Larissa frowned. “I don’t know why they don’t let children come. Not enough room, I guess. They should enlarge the Releasing Room.”
“We’ll have to suggest that to the committee. Maybe they’d study it,” Jonas said slyly, and Larissa chortled with laughter.
Neither Jonas nor Larissa knows exactly what happens when someone is Released. Larissa is able to tell Jonas about the ceremony that took place before her friend Roberto was led to a private room to be Released (i.e., killed). Only members of the Committee have ever been inside the private room. Jonas wishes he had been allowed to attend the ceremony at least. This comment makes Larissa "frown" and realize, it seems, that she has never thought about why children are kept away from these ceremonies. She explains it away as a practical matter of room capacity. However, her frown indicates that she has had an uncomfortable realization. The Committee has been gatekeeping Release for some reason that they have not made clear to the public.

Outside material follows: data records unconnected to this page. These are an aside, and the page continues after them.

def test_a_depth_map_wins_over_columns(grid: Grid, tmp_path: Path) -> None:
    path = polygons(tmp_path / "soil.gpkg", texture=["sand"] * 3, depth_m=[9.0] * 3)
    depth = raster(tmp_path / "depth.tif", [0.4, 0.8, -1], "float32", nodata=-1)
    notes = Notes()
    got = read(grid, notes, map=path, column="texture", depth_map=depth)
    assert stripes(got.depth_m) == pytest.approx([0.4, 0.8, None])
    assert [warned.code for warned in notes.warnings] == ["soil.depth_map_partial", "shallow_soil_group"]


# NEH-630 ch. 7 Table 7-1 (January 2009): Ksat in um/s, depth to a layer and to water in m
@pytest.mark.parametrize(
    ("ksat_um_s", "layer_m", "water_m", "group"),
    [
        (41, 0.8, 0.7, "A"),
        (39, 0.8, 0.7, "B"),
        (9, 0.8, 0.7, "C"),
        (0.9, 0.8, 0.7, "D"),
        (11, 2.0, 2.0, "A"),
        (9, 2.0, 2.0, "B"),
        (3.9, 2.0, 2.0, "C"),
        (0.3, 2.0, 2.0, "D"),
        (41, 2.0, 0.8, "A"),
        (41, 0.4, 2.0, "D"),
        (41, 0.8, 0.5, "A/D"),
        (5, 2.0, 0.5, "B/D"),
    ],
)
def test_measured_conductivity_and_depths_give_the_group(
    grid: Grid, ksat_um_s: float, layer_m: float, water_m: float, group: str
) -> None:
    notes = Notes()
    got = read(
        grid,
        notes,
        texture="clay",
        ksat_mm_h=ksat_um_s * MM_H,
        restrictive_depth_m=layer_m,
        water_table_m=water_m,
    )
    assert stripes(got.soil_group)[0] == " ABCD".index(group[-1])
    assert got.kinds[0].soil_group == group
    assert got.kinds[0].infiltration_mm_h == pytest.approx(ksat_um_s * MM_H)
    assert ("soil.dual_groups" in {noted.id for noted in notes.assumptions}) == ("/" in group)


def test_depths_that_nobody_gave_are_said_where_conductivity_decides(grid: Grid) -> None:
    notes = Notes()
    assert stripes(read(grid, notes, texture="clay", ksat_mm_h=50.0).soil_group) == [1, 1, 1]
    noted = {one.id: one.value for one in notes.assumptions}
    assert (noted["soil.water_table_m"], noted["soil.restrictive_depth_m"]) == ("deeper than 1", "deeper than 1")


def test_a_given_group_wins_over_all_depths(grid: Grid) -> None:
    got = read(grid, texture="clay", soil_group="A", depth_m=0.2, ksat_mm_h=0.1)
    assert stripes(got.soil_group) == [1, 1, 1]


def test_a_high_water_table_makes_any_texture_group_d(grid: Grid) -> None:
    assert stripes(read(grid, texture="sand", water_table_m=0.5).soil_group) == [4, 4, 4]


def test_a_texture_without_a_printed_group_takes_that_of_its_conductivity(grid: Grid) -> None:
    # silt is not in TR-55 appendix A; Saxton & Rawls with 10 % sand, 5 % clay: 7.9 mm/h = 2.2 um/s, group C when deep
    got = read(grid, texture="silt")
    assert tables.soil("silt").soil_group is None
    assert stripes(got.soil_group) == [3, 3, 3]
    assert "no group by this texture in print" in got.kinds[0].group_source


def test_own_values_win_for_every_kind(grid: Grid, tmp_path: Path) -> None:
    path = polygons(tmp_path / "soil.gpkg", texture=["sand", "loam", "clay"])
    notes = Notes()
    got = read(
        grid, notes, map=path, column="texture", field_capacity=0.3, wilting_point=0.1, infiltration_mm_h=9.0, depth_m=0.7
    )
    np.testing.assert_array_equal(got.values("field_capacity")[:3], 0.3)
    np.testing.assert_array_equal(got.values("infiltration_mm_h")[:3], 9.0)
    assert stripes(got.depth_m) == pytest.approx([0.7] * 3)
    assert not [noted for noted in notes.assumptions if noted.id.startswith(("soil.water of", "soil.infiltration"))]


def test_rew_without_a_printed_value_is_that_of_the_nearest_texture() -> None:
    # sandy clay loam is not in FAO-56 Table 19
    kind = soil_kind(SoilFacts(texture="sandy clay loam"), OwnSoil())
    assert kind.rew_source.startswith("assumption: as the texture of FAO-56 Table 19 that is nearest in TEW")
    printed = {row.rew_mm for row in tables.soils() if row.rew_mm is not None}
    assert kind.rew_mm in printed


FACTS = st.one_of(
    st.builds(SoilFacts, texture=st.sampled_from(tables.TEXTURES)),
    st.tuples(st.floats(0, 100), st.floats(0, 100))
    .filter(lambda pair: sum(pair) <= 100)
    .map(lambda pair: SoilFacts(sand_pct=pair[0], clay_pct=pair[1])),
)


@settings(deadline=None)
@given(facts=FACTS)
def test_every_kind_of_soil_can_be(facts: SoilFacts) -> None:
    kind: SoilKind = soil_kind(facts, OwnSoil())
    assert 0 < kind.wilting_point < kind.field_capacity < 1
    assert 0 < kind.rew_mm <= kind.tew_mm
    assert kind.infiltration_mm_h > 0
    # FAO-56 eq. 73
    tew = float(total_evaporable_water_mm(field_capacity=kind.field_capacity, wilting_point=kind.wilting_point))
    assert kind.tew_mm == tew
    assert kind.soil_group in ("A", "B", "C", "D")
    assert soil_kind(replace(facts, restrictive_depth_m=0.3), OwnSoil()).soil_group == "D"
    assert soil_kind(replace(facts, restrictive_depth_m=3.0), OwnSoil()).soil_group == kind.soil_group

Jonas makes light of the tense situation by joking that they should ask the Committee to consider enlarging the Releasing Room. "Maybe they'd study it," he says. Both Jonas and Larissa know that Jonas is being sarcastic. It is a running joke in the Community that the Committee "studies" difficult questions not to find the answers, but rather to avoid answering the questions altogether. When the Committee says it must "study" a question, everyone knows that they will set it aside until everyone forgets that they were waiting for an answer. Jonas's verbal irony diffuses the tension and allows him and Larissa to laugh together over a frustrating situation. At the same time, it also allows them to indirectly discuss some shared skepticism over the Committee's honesty and effectiveness. Open critique of the Committee is not yet possible in the Community, but Jonas and Larissa use laughter to find allies in one another.